__Description of the task__
Output nothing but the lines from the first line of the entries to the line with "mhat_t = m_t", inclusive, exactly as they read.
** Given entries follows **
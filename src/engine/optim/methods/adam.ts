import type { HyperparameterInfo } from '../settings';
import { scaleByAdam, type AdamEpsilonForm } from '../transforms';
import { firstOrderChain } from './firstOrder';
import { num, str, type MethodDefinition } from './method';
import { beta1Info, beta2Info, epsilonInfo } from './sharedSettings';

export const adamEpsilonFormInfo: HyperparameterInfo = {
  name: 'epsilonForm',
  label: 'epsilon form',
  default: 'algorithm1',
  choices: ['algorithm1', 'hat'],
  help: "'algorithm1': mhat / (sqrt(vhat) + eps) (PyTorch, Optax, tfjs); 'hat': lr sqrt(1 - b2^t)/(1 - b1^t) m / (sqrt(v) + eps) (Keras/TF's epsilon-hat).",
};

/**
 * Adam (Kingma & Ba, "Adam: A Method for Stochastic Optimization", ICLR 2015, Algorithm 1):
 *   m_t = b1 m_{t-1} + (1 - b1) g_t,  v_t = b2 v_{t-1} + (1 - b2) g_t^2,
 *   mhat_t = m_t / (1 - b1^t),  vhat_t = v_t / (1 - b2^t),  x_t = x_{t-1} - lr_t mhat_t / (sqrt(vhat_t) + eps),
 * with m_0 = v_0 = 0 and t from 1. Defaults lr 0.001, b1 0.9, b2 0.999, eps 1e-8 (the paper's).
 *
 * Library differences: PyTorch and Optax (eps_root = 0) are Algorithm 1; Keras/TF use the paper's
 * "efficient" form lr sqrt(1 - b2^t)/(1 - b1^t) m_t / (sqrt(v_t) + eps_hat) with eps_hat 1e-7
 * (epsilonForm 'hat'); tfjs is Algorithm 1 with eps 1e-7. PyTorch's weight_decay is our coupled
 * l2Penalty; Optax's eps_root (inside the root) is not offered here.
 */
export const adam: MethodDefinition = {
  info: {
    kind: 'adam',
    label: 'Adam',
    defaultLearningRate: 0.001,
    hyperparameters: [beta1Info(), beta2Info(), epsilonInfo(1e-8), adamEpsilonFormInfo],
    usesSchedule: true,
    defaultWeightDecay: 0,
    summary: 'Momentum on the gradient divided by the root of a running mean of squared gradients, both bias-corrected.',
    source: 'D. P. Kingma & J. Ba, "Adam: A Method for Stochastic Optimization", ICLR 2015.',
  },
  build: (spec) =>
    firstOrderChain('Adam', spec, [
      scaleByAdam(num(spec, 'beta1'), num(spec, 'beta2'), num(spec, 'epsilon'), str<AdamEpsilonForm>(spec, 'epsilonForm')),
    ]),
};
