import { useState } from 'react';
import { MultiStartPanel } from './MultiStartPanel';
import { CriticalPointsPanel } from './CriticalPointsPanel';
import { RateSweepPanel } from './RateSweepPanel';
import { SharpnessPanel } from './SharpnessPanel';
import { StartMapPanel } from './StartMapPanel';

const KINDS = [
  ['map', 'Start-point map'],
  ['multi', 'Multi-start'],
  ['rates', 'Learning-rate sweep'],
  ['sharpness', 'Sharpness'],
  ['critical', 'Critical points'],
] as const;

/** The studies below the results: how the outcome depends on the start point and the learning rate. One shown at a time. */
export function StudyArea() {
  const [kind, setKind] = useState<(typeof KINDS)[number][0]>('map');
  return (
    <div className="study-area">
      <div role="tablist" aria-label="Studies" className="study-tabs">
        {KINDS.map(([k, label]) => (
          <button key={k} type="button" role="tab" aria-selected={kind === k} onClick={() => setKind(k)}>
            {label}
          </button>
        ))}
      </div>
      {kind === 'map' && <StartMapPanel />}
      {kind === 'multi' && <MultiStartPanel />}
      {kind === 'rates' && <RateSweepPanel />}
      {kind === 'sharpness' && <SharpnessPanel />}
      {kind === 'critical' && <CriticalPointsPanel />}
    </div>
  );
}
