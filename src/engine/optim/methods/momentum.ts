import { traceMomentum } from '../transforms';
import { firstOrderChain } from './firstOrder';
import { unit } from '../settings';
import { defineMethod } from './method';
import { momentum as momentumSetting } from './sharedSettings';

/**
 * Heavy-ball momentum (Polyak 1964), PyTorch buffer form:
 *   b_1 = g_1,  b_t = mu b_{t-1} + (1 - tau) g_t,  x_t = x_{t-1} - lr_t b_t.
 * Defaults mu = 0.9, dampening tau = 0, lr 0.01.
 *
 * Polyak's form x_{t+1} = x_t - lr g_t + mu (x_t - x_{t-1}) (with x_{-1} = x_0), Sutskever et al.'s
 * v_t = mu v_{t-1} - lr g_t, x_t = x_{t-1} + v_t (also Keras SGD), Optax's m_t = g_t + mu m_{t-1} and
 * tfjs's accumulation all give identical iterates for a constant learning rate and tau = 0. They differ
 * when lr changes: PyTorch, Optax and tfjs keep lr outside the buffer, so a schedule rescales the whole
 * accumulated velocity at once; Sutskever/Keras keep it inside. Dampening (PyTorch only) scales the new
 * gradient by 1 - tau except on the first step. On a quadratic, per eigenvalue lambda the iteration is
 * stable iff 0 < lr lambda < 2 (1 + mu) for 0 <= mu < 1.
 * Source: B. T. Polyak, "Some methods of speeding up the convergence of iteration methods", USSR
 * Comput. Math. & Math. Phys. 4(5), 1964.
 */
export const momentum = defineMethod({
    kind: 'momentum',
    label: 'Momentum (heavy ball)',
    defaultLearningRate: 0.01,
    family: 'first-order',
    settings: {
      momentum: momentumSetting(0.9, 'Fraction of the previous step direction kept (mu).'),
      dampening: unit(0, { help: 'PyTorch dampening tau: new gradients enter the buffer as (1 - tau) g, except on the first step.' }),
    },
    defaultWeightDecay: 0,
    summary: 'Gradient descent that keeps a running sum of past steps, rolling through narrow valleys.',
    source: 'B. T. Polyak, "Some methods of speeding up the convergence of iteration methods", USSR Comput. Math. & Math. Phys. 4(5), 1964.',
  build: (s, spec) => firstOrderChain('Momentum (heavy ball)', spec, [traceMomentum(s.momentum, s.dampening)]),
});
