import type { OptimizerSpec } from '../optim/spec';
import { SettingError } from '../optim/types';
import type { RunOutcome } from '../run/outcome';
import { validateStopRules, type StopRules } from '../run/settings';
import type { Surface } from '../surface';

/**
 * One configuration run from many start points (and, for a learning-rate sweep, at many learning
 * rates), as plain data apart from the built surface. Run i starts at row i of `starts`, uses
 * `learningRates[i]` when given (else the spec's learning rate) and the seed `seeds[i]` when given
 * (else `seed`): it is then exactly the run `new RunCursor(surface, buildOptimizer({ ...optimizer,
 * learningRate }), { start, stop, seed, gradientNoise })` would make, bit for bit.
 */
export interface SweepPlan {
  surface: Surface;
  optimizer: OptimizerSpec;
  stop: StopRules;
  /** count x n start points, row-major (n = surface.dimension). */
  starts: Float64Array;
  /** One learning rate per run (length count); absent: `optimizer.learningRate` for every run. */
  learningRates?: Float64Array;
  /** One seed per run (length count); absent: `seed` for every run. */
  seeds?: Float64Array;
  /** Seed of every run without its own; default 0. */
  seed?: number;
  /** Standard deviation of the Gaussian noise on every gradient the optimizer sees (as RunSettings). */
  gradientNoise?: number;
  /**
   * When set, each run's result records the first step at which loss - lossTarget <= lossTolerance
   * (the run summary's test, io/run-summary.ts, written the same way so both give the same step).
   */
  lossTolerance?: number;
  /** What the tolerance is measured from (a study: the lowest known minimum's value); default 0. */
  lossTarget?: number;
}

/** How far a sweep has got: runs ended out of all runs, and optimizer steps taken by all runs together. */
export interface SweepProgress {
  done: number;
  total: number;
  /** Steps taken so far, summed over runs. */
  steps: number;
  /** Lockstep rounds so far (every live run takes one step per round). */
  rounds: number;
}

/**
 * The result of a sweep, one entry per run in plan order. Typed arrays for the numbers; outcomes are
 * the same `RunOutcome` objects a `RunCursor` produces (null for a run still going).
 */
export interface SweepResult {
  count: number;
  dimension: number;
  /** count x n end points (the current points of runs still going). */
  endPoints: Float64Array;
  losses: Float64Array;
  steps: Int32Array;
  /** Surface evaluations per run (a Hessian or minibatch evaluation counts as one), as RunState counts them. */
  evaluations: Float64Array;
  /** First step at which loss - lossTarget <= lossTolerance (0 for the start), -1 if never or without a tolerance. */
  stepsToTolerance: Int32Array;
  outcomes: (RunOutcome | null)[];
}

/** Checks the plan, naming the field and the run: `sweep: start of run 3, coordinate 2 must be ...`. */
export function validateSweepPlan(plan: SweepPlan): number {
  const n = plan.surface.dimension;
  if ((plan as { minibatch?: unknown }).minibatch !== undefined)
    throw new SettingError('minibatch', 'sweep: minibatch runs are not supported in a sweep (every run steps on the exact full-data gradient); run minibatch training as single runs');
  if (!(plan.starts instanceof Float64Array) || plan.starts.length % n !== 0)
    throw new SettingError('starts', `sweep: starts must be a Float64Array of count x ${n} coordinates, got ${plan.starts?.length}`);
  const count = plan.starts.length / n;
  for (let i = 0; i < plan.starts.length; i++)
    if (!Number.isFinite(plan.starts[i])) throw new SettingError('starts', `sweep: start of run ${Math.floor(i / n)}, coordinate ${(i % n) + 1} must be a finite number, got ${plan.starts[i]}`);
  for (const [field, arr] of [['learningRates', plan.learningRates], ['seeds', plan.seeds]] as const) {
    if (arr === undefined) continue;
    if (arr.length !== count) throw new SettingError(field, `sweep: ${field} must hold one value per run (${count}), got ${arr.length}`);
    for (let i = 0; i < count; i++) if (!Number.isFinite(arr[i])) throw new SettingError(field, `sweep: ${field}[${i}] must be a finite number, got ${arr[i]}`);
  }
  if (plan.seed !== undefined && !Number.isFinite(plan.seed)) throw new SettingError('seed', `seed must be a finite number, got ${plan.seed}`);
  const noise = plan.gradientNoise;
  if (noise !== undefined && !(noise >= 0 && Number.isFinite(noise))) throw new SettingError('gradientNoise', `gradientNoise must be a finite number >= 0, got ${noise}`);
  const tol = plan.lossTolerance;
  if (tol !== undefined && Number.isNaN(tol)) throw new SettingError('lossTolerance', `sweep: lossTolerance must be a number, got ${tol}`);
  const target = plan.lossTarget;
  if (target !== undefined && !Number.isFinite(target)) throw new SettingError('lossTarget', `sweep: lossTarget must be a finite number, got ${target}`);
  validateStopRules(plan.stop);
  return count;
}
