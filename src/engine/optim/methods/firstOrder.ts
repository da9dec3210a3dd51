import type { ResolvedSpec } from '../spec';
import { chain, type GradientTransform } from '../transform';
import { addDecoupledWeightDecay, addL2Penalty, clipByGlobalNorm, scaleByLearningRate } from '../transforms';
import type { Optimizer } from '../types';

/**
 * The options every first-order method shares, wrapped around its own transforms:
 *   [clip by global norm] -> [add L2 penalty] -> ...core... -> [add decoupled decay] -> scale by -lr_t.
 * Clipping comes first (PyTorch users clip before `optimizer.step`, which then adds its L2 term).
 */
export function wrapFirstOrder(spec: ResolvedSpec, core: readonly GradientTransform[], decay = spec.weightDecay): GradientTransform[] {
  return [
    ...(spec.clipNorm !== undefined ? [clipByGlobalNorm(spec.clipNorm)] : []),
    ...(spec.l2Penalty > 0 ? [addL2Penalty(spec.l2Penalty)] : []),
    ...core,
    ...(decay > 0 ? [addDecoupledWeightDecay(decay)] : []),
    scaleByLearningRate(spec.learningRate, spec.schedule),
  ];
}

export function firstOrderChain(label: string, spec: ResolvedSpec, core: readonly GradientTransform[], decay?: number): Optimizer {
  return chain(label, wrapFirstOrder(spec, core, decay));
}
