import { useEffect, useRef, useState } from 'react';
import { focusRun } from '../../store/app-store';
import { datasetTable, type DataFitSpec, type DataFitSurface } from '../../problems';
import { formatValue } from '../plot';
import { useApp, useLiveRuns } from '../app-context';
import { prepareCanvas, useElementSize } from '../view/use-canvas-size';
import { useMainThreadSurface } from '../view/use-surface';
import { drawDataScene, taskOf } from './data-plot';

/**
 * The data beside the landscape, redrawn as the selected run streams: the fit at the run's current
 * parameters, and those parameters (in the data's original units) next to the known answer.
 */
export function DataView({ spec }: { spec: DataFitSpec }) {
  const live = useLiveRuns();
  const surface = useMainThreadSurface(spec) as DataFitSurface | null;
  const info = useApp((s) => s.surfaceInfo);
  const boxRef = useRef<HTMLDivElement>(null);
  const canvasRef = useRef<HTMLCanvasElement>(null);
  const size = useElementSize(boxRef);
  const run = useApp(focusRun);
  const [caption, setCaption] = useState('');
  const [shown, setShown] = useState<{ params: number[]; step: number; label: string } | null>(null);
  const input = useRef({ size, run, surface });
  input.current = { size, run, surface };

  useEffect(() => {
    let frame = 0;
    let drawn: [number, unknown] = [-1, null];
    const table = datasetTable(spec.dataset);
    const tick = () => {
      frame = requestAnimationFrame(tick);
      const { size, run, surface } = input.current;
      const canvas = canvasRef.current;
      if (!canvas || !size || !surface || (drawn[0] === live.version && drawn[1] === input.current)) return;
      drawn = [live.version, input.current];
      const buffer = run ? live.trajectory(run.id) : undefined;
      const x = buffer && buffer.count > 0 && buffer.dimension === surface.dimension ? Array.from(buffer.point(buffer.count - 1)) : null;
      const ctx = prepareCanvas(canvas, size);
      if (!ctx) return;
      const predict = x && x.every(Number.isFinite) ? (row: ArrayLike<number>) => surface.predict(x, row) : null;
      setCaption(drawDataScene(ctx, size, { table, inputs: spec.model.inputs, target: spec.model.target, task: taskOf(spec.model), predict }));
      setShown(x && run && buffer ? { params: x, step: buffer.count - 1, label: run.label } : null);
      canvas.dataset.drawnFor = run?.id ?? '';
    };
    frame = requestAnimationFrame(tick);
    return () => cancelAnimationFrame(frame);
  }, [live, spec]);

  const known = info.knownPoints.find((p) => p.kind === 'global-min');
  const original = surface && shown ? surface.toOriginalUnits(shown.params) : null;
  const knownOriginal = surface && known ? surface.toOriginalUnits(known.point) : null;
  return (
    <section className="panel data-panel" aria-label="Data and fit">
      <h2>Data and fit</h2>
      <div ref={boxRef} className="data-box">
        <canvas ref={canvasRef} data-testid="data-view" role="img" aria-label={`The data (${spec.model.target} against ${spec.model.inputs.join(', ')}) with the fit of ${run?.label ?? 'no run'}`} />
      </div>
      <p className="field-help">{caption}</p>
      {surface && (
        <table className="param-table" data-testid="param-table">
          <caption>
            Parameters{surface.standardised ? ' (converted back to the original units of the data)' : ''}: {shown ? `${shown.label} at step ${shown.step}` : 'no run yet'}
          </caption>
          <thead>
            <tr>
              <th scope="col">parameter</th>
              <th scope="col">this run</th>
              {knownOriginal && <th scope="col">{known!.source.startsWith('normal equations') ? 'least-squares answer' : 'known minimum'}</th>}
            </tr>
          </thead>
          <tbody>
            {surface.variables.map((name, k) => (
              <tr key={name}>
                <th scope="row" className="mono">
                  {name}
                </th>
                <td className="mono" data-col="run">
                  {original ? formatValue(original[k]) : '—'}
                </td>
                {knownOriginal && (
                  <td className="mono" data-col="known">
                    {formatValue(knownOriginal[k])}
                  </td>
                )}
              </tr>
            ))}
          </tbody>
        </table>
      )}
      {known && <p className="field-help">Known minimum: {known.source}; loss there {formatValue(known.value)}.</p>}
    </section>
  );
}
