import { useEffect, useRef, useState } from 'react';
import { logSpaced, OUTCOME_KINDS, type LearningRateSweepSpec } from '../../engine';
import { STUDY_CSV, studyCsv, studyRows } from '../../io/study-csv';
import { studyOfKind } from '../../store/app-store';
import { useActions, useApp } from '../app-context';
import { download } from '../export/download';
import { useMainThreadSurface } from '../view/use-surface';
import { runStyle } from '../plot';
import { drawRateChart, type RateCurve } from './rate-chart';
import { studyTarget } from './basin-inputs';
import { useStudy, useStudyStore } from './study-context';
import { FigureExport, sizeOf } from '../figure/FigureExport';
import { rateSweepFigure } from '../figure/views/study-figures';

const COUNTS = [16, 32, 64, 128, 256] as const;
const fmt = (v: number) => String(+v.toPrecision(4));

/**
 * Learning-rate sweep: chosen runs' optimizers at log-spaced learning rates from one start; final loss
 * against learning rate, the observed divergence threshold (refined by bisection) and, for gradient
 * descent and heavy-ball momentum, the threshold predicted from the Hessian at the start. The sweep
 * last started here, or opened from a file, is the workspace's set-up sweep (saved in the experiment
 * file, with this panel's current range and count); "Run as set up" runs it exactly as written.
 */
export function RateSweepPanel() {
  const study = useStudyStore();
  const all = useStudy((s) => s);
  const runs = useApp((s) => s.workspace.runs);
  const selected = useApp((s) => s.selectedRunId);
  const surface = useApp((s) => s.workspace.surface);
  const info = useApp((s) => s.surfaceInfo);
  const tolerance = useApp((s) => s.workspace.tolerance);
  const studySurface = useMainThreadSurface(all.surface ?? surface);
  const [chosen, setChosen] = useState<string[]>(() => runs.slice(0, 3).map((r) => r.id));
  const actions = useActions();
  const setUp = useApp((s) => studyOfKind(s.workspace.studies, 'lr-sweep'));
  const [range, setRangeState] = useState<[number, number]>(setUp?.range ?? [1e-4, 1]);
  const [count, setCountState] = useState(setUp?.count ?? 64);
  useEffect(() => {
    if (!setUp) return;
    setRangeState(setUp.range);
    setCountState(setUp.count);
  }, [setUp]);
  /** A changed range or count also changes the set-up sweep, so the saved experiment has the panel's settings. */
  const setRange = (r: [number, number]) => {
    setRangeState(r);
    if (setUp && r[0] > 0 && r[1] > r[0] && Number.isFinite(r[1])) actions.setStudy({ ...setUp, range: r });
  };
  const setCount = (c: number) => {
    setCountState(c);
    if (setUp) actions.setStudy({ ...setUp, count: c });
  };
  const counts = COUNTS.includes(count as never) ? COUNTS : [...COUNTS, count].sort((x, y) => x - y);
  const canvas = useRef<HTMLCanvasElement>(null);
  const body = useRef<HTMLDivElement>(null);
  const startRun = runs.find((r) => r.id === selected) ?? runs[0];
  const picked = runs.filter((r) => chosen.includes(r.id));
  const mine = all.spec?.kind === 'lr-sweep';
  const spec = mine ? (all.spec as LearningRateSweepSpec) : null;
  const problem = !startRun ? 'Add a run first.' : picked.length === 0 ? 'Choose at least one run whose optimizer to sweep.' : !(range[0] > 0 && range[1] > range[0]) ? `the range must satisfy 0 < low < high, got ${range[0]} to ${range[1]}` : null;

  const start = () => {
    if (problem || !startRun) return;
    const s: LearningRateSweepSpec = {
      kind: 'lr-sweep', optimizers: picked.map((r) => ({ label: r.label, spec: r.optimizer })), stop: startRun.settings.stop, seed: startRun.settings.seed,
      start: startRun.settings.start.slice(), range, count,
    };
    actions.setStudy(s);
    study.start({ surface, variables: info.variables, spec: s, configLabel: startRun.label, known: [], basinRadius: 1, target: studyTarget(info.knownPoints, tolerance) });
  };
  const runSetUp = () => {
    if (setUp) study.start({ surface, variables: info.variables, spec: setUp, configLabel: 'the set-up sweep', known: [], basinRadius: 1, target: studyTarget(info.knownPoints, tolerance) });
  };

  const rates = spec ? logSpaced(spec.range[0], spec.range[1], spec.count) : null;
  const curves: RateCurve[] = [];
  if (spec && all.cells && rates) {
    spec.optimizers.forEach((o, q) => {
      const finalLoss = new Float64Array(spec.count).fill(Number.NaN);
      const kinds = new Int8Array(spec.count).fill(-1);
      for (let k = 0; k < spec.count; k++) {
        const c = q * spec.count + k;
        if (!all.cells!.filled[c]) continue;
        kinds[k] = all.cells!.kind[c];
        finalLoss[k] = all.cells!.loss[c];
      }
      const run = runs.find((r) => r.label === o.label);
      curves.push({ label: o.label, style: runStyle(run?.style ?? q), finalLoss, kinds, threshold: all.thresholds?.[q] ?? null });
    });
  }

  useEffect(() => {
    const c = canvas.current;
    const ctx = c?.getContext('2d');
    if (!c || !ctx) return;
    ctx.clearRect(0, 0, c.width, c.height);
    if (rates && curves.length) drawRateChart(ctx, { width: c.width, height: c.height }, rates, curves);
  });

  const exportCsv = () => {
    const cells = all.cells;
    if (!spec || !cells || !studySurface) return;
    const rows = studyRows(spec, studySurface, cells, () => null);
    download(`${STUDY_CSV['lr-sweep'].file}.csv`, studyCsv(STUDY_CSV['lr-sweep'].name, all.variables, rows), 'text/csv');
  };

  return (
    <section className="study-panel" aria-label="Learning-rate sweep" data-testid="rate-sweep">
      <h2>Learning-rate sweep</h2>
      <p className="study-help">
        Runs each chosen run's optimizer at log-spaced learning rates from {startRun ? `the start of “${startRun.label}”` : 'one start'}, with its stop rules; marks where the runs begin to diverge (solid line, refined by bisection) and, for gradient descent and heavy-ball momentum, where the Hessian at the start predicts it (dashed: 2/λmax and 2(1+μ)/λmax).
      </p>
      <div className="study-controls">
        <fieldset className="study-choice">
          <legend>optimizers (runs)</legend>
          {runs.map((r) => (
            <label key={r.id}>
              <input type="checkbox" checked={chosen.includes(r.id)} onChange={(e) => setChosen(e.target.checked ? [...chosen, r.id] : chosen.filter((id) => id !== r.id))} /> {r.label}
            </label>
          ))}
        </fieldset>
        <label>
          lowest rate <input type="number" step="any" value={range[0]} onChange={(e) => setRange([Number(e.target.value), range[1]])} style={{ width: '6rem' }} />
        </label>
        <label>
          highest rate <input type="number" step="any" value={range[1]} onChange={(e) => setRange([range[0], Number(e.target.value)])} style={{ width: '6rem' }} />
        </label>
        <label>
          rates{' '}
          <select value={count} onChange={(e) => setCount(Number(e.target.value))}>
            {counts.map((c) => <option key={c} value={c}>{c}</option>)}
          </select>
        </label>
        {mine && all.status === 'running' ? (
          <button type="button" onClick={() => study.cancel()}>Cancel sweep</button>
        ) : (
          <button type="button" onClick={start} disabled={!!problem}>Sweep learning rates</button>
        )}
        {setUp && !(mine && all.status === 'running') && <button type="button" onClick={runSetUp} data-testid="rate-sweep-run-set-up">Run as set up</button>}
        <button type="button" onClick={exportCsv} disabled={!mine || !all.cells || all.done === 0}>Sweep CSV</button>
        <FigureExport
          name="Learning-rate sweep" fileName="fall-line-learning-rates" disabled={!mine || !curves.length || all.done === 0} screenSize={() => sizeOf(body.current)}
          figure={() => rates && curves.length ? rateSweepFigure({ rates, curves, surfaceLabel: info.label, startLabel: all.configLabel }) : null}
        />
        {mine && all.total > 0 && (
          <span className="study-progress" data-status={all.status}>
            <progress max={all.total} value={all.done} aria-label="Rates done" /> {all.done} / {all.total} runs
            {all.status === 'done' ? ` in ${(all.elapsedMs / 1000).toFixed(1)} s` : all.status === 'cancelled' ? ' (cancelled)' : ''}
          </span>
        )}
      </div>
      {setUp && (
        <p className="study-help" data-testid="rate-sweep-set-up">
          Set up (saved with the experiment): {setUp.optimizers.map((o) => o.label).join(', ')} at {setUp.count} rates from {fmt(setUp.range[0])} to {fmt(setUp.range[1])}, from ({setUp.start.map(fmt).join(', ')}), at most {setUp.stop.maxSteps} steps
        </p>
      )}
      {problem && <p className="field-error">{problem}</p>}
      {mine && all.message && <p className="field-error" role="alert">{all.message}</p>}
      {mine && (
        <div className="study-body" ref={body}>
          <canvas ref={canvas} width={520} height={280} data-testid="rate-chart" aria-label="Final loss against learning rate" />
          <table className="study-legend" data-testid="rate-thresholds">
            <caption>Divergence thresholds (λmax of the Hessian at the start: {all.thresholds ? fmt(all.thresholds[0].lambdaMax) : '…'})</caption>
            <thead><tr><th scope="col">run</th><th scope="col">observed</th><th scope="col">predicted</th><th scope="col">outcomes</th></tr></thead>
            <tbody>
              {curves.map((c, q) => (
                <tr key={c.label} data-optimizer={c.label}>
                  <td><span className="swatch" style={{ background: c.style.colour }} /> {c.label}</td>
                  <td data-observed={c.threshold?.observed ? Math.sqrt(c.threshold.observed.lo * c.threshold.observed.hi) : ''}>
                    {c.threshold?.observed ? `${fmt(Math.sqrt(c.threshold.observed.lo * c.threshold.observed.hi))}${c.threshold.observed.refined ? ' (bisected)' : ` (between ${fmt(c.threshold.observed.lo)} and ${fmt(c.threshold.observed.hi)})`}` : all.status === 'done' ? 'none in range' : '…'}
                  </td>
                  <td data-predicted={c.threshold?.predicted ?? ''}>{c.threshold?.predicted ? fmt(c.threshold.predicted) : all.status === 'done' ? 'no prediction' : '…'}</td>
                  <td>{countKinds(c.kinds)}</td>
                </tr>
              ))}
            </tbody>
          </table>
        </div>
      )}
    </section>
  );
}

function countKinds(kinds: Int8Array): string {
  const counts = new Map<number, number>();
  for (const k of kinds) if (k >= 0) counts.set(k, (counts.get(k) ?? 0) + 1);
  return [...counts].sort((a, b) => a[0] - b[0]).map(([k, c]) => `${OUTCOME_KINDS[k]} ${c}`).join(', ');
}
** End of Given entries **
__Response to this exercise__
filename src/engine/optim/methods/adam.ts
import type { HyperparameterInfo } from '../settings';
import { scaleByAdam, type AdamEpsilonForm } from '../transforms';
import { firstOrderChain } from './firstOrder';
import { num, str, type MethodDefinition } from './method';
import { beta1Info, beta2Info, epsilonInfo } from './sharedSettings';

export const adamEpsilonFormInfo: HyperparameterInfo = {
  name: 'epsilonForm',
  label: 'epsilon form',
  default: 'algorithm1',
  choices: ['algorithm1', 'hat'],
  help: "'algorithm1': mhat / (sqrt(vhat) + eps) (PyTorch, Optax, tfjs); 'hat': lr sqrt(1 - b2^t)/(1 - b1^t) m / (sqrt(v) + eps) (Keras/TF's epsilon-hat).",
};

/**
 * Adam (Kingma & Ba, "Adam: A Method for Stochastic Optimization", ICLR 2015, Algorithm 1):
 *   m_t = b1 m_{t-1} + (1 - b1) g_t,  v_t = b2 v_{t-1} + (1 - b2) g_t^2,
 *   mhat_t = m_t / (1 - b1^t),  vhat_t = v_t / (1 - b2^t),  x_t = x_{t-1} - lr_t mhat_t / (sqrt(vhat_t) + eps),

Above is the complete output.